───── Records for the task
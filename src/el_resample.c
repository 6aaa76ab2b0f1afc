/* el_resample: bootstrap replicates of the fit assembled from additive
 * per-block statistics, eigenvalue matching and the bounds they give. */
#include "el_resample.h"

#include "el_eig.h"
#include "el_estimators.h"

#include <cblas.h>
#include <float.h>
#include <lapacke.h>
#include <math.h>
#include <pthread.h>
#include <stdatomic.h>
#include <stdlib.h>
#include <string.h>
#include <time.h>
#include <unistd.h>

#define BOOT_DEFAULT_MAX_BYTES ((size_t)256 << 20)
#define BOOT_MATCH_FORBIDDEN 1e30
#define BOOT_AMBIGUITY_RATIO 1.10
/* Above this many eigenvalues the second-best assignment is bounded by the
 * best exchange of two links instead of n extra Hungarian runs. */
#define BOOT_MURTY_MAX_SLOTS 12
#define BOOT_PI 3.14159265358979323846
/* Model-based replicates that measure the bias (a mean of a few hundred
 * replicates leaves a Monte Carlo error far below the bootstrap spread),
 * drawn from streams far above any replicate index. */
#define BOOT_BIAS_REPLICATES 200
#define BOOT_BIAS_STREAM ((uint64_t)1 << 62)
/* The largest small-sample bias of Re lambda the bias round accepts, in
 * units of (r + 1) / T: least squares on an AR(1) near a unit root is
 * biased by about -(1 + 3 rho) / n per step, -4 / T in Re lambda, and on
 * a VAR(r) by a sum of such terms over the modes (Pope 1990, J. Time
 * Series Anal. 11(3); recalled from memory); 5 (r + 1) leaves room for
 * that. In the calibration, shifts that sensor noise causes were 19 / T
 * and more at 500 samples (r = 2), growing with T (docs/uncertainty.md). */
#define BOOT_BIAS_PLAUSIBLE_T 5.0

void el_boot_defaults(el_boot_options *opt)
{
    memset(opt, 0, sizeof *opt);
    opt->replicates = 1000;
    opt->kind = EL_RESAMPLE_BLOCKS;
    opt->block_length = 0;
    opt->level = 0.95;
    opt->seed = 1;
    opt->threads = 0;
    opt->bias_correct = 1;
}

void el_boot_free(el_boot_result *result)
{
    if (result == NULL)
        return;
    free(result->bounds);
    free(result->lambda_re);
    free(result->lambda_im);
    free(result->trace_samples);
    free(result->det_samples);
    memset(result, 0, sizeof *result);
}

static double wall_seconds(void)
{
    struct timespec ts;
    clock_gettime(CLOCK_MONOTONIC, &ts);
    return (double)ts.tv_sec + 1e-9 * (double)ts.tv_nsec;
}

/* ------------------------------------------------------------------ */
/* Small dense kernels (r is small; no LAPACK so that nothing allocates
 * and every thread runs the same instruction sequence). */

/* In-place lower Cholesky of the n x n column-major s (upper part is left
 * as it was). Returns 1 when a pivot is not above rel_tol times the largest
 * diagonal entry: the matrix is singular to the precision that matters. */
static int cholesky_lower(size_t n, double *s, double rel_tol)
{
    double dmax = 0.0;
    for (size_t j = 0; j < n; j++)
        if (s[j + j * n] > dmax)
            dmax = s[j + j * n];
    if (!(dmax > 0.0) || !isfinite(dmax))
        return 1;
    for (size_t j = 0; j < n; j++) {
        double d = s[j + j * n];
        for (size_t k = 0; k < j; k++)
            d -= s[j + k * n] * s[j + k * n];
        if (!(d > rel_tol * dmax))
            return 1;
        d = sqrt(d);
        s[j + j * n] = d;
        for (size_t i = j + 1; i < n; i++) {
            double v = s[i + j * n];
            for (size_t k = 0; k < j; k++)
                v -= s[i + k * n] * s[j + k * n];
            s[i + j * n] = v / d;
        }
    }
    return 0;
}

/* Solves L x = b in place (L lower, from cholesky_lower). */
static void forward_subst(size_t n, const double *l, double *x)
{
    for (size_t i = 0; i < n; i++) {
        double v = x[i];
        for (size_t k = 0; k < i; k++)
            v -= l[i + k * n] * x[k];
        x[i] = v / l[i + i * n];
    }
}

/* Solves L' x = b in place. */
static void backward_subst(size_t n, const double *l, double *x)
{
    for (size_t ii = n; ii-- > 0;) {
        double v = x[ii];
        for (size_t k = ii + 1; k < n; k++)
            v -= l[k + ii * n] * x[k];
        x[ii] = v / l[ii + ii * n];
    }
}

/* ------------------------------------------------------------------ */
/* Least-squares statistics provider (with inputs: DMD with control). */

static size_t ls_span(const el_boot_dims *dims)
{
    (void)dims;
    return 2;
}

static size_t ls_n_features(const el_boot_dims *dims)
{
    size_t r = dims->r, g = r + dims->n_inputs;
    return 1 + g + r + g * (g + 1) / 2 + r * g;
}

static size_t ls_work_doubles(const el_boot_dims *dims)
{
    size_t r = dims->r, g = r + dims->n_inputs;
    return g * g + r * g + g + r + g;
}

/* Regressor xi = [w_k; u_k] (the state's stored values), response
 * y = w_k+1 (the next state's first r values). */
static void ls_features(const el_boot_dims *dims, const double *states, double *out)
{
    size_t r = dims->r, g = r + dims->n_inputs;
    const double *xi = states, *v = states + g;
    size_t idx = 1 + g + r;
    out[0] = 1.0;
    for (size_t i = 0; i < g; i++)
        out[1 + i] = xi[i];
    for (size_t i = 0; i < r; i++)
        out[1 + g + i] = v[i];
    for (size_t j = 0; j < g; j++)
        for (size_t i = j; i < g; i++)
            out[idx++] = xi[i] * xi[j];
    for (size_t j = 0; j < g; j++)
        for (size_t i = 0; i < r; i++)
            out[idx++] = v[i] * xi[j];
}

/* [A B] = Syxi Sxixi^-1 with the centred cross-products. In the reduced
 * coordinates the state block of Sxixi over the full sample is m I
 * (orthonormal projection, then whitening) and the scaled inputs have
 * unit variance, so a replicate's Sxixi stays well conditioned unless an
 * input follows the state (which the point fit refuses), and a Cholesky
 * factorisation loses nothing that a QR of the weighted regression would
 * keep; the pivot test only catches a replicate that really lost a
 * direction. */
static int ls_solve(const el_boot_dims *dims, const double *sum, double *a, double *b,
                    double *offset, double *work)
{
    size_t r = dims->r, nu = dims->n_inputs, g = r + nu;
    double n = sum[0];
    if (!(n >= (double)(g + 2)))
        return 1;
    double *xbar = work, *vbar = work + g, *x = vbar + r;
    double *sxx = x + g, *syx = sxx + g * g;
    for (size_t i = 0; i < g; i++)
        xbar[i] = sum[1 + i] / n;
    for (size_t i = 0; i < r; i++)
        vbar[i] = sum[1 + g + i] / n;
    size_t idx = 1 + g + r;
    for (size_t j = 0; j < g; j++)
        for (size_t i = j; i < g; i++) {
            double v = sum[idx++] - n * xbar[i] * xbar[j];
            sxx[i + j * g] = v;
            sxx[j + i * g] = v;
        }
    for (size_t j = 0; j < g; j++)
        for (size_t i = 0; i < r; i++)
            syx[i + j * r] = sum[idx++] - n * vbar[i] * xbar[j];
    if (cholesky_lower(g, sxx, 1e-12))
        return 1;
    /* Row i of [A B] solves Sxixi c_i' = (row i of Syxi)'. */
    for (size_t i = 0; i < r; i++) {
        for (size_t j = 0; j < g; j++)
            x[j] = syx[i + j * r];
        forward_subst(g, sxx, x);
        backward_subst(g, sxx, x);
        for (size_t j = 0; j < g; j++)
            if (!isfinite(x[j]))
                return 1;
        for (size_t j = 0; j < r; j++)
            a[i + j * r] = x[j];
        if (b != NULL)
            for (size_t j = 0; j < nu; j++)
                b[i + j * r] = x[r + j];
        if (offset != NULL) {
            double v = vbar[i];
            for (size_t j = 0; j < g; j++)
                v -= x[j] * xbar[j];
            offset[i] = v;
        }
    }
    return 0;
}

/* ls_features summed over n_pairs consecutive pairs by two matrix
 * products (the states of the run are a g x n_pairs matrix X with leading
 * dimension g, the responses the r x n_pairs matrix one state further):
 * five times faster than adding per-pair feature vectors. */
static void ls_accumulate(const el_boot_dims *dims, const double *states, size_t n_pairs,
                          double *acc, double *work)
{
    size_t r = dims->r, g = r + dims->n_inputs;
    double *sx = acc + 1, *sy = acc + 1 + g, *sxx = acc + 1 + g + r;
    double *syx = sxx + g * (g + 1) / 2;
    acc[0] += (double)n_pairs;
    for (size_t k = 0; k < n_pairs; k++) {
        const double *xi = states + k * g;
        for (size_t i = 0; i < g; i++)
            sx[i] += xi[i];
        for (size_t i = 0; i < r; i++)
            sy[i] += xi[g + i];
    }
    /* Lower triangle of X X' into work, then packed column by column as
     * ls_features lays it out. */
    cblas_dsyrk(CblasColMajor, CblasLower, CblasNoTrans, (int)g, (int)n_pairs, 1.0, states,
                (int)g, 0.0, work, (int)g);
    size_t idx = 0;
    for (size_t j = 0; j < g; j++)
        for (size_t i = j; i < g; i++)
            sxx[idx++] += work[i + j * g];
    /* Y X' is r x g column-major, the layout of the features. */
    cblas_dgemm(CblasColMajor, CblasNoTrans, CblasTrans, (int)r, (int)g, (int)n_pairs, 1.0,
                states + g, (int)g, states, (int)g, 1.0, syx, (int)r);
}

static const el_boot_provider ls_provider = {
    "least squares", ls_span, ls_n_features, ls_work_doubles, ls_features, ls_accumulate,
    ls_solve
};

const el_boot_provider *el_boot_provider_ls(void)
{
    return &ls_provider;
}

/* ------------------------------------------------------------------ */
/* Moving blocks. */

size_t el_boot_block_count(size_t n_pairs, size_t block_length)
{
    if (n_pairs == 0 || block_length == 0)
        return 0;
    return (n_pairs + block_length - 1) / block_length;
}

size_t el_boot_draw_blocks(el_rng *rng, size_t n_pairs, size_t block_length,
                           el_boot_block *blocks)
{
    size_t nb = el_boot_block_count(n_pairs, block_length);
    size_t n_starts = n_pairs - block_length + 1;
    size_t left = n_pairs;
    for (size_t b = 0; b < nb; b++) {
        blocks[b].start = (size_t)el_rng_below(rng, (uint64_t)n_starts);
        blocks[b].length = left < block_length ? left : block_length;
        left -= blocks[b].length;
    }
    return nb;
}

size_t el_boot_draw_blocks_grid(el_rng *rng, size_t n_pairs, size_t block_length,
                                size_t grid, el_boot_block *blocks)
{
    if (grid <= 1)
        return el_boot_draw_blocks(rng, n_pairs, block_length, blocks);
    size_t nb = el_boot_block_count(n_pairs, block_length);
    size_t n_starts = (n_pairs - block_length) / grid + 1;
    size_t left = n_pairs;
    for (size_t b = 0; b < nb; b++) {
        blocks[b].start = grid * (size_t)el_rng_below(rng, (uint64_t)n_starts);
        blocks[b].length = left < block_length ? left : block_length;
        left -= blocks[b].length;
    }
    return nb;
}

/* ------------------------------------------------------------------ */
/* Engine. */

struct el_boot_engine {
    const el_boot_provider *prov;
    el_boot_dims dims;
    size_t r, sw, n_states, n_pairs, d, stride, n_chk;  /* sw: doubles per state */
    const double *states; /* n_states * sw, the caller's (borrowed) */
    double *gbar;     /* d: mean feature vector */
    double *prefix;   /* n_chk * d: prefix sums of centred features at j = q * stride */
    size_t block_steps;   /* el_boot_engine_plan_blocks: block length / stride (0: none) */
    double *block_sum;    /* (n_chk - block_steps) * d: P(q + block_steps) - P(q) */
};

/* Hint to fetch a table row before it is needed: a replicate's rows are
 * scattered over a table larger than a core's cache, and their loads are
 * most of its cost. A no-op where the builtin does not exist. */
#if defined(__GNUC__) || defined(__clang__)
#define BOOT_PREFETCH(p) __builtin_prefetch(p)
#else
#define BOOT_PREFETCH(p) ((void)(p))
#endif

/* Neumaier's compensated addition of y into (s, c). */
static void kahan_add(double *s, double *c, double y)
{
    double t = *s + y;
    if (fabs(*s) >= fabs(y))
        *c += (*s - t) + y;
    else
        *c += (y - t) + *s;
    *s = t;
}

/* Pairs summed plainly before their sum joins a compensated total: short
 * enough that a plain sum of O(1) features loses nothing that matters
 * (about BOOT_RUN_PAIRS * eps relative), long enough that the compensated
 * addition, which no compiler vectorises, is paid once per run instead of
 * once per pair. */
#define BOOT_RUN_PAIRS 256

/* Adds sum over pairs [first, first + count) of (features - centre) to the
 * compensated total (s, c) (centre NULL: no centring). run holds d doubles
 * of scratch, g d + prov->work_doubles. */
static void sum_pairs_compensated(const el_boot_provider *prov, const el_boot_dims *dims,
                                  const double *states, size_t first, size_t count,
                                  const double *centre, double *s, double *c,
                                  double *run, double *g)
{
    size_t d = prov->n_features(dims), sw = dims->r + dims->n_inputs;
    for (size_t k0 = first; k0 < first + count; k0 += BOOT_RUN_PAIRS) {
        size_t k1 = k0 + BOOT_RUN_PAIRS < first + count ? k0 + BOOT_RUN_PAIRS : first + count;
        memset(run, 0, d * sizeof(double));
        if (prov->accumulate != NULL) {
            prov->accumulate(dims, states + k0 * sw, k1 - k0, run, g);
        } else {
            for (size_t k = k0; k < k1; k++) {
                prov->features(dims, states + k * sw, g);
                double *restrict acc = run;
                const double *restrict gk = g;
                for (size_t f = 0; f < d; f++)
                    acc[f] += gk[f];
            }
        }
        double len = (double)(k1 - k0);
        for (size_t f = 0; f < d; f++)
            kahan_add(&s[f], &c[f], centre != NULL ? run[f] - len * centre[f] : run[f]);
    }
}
──────────
───── Records for the task
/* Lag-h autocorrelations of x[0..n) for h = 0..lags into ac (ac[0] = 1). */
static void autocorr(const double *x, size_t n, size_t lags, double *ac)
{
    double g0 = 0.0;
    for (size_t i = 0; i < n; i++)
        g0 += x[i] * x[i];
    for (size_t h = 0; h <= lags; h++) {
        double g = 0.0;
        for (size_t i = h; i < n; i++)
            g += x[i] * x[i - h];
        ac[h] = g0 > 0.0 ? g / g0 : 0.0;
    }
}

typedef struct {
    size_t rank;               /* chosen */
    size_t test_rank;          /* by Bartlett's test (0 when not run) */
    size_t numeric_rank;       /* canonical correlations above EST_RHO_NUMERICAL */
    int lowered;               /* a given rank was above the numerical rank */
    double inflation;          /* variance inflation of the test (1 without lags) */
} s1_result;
──────────
───── Records for the task
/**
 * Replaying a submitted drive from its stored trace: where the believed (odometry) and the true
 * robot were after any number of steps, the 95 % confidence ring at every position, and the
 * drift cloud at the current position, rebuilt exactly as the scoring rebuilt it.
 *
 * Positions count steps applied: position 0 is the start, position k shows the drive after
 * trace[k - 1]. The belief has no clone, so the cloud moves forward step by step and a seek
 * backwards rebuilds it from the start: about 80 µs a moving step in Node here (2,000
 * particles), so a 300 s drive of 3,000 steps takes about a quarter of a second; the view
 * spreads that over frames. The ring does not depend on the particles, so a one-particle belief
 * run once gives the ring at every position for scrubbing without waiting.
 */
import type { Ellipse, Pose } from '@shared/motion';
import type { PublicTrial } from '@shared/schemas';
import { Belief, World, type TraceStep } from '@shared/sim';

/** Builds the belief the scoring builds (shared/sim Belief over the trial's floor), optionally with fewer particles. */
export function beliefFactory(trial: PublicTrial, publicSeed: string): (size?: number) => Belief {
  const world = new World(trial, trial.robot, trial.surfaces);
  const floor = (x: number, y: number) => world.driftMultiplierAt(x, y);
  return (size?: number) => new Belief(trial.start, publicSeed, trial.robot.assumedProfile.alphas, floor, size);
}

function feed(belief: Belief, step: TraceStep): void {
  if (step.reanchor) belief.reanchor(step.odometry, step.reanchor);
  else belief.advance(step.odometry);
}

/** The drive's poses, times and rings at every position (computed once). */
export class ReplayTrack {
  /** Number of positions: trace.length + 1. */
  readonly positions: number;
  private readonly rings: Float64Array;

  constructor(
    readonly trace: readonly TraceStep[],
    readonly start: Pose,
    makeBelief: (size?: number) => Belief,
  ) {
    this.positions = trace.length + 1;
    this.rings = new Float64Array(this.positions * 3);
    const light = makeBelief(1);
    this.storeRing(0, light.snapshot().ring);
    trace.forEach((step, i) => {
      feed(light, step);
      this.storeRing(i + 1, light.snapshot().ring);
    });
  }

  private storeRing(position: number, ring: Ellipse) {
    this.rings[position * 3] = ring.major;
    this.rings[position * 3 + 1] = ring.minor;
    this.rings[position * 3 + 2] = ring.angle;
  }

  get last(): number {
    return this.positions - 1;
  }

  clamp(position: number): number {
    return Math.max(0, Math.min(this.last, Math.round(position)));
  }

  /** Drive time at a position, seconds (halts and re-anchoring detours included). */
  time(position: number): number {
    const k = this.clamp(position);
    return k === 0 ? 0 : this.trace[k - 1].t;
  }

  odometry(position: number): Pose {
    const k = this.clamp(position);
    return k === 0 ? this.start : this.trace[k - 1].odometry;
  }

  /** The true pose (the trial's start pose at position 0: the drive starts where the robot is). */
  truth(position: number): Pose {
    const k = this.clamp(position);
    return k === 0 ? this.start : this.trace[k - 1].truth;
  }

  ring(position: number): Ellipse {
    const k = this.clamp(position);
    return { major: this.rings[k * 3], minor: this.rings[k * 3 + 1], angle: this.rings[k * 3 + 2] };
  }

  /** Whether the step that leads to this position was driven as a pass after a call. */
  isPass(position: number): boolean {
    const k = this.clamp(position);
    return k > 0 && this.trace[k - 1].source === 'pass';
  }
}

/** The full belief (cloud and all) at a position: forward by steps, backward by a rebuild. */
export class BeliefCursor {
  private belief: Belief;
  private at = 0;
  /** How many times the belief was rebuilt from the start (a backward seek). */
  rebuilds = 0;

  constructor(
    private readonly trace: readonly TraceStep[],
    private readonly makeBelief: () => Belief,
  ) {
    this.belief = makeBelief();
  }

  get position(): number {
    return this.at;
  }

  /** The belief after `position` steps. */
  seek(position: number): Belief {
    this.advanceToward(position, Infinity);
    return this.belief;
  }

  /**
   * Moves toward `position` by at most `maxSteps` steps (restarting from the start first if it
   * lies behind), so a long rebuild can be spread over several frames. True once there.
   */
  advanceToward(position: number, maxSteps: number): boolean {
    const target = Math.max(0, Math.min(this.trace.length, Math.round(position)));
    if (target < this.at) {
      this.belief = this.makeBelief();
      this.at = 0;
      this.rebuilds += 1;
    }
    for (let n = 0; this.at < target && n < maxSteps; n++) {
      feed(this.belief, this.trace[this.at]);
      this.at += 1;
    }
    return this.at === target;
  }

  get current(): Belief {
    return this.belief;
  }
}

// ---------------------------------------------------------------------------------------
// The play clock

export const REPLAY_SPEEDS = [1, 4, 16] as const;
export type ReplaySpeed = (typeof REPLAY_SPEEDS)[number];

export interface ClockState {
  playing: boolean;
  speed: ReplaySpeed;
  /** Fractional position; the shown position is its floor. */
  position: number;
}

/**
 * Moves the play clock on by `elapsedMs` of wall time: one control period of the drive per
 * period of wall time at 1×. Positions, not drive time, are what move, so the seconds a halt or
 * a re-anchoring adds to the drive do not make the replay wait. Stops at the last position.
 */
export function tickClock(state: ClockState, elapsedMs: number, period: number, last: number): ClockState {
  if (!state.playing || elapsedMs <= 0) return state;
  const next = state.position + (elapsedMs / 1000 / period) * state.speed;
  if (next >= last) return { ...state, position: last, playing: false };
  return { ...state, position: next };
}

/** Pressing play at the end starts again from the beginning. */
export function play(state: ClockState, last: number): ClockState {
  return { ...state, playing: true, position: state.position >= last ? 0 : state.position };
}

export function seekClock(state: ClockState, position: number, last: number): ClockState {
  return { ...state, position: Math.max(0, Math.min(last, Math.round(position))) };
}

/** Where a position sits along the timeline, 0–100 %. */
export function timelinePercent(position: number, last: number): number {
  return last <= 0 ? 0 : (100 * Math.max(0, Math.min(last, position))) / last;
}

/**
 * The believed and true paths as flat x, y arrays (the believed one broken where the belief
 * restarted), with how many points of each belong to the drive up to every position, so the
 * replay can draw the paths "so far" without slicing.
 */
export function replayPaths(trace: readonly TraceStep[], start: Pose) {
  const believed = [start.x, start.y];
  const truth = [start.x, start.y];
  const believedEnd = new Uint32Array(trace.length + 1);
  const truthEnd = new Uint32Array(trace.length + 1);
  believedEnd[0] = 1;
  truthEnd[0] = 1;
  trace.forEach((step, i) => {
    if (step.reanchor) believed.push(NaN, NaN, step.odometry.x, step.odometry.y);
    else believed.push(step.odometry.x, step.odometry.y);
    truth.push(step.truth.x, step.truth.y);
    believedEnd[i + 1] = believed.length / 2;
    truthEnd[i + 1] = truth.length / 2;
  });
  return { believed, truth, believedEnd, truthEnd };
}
──────────
- **Description of the task**: From the listing above, the lines starting with the one that has "if (cholesky_lower(g, sxx, 1e-12))" and running through the one that has "lays it out. */" should be copied exactly, ends included.

- **Reply**:
    if (cholesky_lower(g, sxx, 1e-12))
        return 1;
    /* Row i of [A B] solves Sxixi c_i' = (row i of Syxi)'. */
    for (size_t i = 0; i < r; i++) {
        for (size_t j = 0; j < g; j++)
            x[j] = syx[i + j * r];
        forward_subst(g, sxx, x);
        backward_subst(g, sxx, x);
        for (size_t j = 0; j < g; j++)
            if (!isfinite(x[j]))
                return 1;
        for (size_t j = 0; j < r; j++)
            a[i + j * r] = x[j];
        if (b != NULL)
            for (size_t j = 0; j < nu; j++)
                b[i + j * r] = x[r + j];
        if (offset != NULL) {
            double v = vbar[i];
            for (size_t j = 0; j < g; j++)
                v -= x[j] * xbar[j];
            offset[i] = v;
        }
    }
    return 0;
}

/* ls_features summed over n_pairs consecutive pairs by two matrix
 * products (the states of the run are a g x n_pairs matrix X with leading
 * dimension g, the responses the r x n_pairs matrix one state further):
 * five times faster than adding per-pair feature vectors. */
static void ls_accumulate(const el_boot_dims *dims, const double *states, size_t n_pairs,
                          double *acc, double *work)
{
    size_t r = dims->r, g = r + dims->n_inputs;
    double *sx = acc + 1, *sy = acc + 1 + g, *sxx = acc + 1 + g + r;
    double *syx = sxx + g * (g + 1) / 2;
    acc[0] += (double)n_pairs;
    for (size_t k = 0; k < n_pairs; k++) {
        const double *xi = states + k * g;
        for (size_t i = 0; i < g; i++)
            sx[i] += xi[i];
        for (size_t i = 0; i < r; i++)
            sy[i] += xi[g + i];
    }
    /* Lower triangle of X X' into work, then packed column by column as
     * ls_features lays it out. */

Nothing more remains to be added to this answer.